EXTRACTED MATERIAL:
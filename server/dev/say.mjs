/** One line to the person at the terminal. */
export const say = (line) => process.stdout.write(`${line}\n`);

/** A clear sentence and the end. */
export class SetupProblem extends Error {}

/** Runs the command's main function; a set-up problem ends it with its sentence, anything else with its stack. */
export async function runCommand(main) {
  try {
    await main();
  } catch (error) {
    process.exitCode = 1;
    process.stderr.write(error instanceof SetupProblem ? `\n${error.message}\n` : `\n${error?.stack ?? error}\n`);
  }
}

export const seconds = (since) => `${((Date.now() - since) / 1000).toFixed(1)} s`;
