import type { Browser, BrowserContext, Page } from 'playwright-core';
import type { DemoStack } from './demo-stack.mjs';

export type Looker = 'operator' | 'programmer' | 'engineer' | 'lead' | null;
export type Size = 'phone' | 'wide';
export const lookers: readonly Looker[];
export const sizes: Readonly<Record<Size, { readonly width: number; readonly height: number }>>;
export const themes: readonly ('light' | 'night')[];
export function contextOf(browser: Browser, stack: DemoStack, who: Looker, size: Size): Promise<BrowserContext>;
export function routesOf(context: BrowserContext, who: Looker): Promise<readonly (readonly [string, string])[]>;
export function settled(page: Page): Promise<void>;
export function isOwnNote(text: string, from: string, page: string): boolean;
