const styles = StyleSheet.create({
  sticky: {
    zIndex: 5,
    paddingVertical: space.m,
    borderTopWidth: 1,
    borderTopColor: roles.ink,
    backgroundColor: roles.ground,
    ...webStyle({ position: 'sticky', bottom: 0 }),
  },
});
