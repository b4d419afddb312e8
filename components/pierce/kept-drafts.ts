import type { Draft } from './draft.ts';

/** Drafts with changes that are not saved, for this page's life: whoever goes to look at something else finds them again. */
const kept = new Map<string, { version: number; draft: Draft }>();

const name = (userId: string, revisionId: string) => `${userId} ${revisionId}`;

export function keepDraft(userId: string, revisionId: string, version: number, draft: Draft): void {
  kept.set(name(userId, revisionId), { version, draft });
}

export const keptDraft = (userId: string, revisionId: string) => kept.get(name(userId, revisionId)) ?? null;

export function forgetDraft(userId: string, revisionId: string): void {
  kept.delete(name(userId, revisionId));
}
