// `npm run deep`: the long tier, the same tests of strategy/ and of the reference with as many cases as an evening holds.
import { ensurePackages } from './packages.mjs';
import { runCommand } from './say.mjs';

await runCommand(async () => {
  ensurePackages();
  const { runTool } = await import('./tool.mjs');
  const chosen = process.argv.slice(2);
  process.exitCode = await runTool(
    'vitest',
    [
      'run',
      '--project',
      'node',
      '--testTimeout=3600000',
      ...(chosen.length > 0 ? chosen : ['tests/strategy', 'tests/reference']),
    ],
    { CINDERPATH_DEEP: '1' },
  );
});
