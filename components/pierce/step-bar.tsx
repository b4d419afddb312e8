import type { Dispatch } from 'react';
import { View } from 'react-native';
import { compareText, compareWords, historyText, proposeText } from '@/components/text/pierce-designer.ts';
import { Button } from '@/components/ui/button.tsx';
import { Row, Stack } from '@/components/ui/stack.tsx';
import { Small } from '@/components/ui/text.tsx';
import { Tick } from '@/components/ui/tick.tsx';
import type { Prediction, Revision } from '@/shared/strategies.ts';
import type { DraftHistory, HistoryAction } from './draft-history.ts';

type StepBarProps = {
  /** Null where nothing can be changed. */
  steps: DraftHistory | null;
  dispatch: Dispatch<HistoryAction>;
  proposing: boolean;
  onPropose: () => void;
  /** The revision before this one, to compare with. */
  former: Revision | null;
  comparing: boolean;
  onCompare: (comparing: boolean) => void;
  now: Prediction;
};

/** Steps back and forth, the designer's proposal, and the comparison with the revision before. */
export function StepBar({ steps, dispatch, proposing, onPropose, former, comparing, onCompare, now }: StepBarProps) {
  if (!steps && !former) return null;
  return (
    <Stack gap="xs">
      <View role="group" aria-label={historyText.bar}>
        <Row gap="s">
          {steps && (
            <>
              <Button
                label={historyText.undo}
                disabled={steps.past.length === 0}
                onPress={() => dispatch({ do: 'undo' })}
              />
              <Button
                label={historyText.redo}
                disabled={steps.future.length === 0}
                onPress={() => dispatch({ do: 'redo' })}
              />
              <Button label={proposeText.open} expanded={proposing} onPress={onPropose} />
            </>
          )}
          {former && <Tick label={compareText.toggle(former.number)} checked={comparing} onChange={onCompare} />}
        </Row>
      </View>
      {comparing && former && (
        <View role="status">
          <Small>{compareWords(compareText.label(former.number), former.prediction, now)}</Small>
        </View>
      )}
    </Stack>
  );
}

...

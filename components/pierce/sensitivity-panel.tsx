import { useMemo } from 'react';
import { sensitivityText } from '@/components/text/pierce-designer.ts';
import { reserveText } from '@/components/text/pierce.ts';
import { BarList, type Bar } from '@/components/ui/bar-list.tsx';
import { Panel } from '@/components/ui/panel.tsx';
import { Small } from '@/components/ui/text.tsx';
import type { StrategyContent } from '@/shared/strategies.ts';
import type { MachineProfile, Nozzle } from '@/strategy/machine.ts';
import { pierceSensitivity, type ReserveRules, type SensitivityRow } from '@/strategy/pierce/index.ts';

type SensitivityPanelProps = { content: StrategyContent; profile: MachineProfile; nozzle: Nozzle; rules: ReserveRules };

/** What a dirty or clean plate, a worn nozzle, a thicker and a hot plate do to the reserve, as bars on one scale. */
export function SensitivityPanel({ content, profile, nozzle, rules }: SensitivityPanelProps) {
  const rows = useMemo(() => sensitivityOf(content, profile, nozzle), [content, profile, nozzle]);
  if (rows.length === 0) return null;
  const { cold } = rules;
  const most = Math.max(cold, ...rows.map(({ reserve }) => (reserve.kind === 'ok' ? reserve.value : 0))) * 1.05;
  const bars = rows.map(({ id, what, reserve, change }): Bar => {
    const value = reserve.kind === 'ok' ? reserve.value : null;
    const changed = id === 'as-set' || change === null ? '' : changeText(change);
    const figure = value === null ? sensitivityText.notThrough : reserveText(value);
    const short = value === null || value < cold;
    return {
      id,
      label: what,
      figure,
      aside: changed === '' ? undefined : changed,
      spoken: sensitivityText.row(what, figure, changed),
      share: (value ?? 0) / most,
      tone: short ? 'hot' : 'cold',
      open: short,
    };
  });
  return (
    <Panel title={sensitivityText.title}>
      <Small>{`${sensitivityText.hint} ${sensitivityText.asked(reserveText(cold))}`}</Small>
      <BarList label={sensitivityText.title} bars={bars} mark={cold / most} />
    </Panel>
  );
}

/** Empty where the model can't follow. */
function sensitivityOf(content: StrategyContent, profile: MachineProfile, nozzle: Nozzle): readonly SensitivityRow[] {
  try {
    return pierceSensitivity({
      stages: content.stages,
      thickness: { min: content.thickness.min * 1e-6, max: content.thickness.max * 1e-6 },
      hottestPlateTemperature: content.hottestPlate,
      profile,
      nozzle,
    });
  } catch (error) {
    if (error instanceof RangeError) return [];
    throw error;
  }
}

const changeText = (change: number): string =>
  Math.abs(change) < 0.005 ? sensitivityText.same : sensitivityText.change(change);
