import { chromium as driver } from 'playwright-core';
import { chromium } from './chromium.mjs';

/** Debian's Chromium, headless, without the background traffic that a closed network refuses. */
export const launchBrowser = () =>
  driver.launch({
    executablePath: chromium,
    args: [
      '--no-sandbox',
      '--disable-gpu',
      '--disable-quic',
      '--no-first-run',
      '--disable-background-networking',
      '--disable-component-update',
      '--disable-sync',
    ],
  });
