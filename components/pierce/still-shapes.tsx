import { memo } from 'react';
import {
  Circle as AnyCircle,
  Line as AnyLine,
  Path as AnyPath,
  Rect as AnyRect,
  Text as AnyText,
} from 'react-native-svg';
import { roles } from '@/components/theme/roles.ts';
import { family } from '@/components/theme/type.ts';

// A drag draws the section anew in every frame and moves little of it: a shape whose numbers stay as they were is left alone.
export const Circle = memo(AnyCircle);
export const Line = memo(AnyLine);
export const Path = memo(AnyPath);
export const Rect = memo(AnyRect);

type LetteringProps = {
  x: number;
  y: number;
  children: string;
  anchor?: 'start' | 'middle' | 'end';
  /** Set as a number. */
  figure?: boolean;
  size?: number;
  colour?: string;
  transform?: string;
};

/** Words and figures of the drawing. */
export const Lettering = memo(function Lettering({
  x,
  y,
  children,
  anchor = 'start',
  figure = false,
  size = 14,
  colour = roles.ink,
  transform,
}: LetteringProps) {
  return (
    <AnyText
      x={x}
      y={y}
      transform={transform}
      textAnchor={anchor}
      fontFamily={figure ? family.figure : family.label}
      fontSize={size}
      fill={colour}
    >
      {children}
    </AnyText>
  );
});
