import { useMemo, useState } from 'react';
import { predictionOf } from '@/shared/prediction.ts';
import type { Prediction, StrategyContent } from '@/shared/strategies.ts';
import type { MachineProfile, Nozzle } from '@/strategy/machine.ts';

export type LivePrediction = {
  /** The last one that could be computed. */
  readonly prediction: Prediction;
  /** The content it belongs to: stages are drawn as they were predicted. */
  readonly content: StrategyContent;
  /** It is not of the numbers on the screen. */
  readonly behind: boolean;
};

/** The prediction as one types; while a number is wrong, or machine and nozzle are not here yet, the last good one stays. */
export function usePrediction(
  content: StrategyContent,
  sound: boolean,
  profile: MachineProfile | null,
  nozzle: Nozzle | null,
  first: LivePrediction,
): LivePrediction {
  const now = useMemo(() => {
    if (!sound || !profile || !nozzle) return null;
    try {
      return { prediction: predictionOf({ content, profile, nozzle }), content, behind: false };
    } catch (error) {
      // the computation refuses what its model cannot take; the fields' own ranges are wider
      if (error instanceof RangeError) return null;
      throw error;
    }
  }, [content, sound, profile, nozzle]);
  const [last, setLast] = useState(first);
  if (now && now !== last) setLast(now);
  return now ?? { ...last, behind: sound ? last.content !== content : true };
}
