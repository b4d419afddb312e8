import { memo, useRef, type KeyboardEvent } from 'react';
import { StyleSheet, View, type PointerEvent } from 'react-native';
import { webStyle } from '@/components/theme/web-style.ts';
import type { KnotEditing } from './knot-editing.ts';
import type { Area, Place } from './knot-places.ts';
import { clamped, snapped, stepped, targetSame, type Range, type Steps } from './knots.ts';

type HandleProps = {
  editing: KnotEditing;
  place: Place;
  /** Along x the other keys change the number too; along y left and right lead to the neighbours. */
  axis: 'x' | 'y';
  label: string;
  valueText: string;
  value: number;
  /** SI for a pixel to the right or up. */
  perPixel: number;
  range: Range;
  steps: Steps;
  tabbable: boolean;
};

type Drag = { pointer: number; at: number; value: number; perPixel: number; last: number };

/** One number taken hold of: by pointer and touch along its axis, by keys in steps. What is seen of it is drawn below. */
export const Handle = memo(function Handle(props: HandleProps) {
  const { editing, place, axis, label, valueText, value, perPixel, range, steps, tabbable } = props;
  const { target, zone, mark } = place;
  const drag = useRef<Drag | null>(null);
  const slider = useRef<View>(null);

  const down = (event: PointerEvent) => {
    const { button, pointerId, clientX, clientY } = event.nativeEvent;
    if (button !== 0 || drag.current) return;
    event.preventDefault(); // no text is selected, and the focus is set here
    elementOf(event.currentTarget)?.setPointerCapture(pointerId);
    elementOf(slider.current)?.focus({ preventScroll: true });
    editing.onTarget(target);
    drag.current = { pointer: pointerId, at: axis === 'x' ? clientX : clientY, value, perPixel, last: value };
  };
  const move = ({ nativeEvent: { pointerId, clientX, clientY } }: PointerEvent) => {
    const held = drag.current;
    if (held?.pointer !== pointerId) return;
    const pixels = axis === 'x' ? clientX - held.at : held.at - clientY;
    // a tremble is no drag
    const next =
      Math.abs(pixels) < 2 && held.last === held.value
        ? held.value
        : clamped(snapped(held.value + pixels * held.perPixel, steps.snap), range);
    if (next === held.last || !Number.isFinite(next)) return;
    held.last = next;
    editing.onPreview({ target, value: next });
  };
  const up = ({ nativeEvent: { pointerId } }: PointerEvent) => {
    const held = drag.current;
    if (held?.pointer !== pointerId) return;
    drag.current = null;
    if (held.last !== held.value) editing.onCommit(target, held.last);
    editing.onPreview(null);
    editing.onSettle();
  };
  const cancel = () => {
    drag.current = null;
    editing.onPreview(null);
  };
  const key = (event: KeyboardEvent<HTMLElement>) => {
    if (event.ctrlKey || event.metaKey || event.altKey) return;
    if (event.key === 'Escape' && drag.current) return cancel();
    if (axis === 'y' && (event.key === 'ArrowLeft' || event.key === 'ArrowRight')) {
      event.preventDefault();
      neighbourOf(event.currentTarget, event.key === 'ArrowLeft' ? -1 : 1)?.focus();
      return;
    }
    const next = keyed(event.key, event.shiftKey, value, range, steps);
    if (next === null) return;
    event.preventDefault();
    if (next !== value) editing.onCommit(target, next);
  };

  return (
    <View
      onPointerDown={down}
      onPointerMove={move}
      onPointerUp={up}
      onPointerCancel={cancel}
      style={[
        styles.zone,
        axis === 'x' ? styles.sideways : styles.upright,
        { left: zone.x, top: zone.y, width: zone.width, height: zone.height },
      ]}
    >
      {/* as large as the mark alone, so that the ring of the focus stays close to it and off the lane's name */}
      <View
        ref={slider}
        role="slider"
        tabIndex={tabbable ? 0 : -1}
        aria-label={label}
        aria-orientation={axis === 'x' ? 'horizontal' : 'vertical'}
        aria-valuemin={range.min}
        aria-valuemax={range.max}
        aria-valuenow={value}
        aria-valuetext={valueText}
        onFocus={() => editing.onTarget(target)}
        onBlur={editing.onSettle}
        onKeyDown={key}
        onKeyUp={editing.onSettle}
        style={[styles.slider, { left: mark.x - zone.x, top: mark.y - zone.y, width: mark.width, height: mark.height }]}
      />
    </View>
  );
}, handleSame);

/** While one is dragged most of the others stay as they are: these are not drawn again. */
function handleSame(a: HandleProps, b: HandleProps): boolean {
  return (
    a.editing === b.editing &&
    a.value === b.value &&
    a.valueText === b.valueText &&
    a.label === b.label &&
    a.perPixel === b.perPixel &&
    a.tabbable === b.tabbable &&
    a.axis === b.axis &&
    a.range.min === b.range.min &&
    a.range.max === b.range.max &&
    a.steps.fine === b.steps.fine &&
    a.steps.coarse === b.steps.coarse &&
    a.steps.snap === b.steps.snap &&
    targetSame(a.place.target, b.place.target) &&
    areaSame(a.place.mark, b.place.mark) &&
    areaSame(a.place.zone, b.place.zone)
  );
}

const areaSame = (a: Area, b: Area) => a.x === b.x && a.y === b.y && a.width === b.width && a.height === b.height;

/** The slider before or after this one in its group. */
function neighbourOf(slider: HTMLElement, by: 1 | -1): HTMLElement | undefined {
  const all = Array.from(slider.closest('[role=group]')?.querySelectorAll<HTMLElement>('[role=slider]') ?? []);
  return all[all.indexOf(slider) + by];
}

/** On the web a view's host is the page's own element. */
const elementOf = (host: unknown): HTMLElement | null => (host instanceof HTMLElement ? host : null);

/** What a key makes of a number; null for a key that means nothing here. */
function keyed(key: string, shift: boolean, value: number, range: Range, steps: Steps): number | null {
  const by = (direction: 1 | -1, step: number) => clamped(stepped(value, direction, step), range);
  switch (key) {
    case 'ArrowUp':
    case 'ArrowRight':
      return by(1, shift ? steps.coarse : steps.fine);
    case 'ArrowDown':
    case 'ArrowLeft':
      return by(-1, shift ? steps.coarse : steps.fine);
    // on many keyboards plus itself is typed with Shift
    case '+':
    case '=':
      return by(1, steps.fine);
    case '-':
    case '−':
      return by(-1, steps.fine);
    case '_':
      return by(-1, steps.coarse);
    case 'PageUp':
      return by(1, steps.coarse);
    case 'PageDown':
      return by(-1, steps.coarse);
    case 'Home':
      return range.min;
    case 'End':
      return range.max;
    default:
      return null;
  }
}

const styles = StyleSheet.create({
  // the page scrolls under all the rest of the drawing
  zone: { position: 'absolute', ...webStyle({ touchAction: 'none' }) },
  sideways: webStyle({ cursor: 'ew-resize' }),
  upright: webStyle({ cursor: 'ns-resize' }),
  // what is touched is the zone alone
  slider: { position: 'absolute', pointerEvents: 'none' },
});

==

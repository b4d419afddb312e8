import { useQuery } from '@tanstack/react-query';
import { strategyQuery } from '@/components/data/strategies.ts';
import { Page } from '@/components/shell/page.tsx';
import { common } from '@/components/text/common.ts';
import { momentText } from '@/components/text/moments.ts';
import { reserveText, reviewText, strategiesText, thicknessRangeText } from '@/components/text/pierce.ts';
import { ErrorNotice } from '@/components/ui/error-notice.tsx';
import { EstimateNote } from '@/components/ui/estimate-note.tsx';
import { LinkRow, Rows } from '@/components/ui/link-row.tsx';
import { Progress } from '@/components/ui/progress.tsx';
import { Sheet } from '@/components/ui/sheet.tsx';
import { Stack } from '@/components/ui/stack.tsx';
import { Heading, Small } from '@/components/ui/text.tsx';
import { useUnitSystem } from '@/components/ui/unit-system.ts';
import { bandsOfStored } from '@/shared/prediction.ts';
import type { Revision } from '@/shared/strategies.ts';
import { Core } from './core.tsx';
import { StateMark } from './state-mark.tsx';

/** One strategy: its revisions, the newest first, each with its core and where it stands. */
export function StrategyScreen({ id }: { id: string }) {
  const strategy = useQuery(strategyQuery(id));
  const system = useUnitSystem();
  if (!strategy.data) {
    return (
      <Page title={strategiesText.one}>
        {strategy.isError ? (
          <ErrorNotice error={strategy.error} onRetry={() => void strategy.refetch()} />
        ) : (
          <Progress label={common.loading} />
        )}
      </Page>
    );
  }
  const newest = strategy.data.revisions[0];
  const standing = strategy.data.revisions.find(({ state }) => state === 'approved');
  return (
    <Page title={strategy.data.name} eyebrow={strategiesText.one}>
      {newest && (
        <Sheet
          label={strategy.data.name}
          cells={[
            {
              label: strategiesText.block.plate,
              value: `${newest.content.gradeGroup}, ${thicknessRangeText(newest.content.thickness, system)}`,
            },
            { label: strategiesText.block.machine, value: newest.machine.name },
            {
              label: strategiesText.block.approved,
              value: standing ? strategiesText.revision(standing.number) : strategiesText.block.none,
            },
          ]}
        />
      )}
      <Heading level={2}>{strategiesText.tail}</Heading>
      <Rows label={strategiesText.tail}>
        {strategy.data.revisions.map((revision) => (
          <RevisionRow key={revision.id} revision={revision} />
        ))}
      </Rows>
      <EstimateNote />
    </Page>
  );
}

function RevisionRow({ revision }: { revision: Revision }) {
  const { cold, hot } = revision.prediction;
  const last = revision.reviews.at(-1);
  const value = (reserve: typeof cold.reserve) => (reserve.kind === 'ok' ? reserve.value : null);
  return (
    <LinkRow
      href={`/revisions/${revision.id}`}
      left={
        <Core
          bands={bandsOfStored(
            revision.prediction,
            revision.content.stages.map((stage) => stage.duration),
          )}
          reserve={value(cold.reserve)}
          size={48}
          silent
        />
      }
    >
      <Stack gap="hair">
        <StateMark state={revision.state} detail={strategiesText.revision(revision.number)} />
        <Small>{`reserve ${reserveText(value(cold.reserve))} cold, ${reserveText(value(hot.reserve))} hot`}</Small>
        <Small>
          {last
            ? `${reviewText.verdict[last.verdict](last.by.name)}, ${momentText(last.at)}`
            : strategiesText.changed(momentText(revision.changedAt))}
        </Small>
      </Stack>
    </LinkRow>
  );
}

TASK DESCRIPTION: Look over the material and return every line where the word "sound" is found.

YOUR RESPONSE:
  sound: boolean,
    if (!sound || !profile || !nozzle) return null;
  }, [content, sound, profile, nozzle]);
  return now ?? { ...last, behind: sound ? last.content !== content : true };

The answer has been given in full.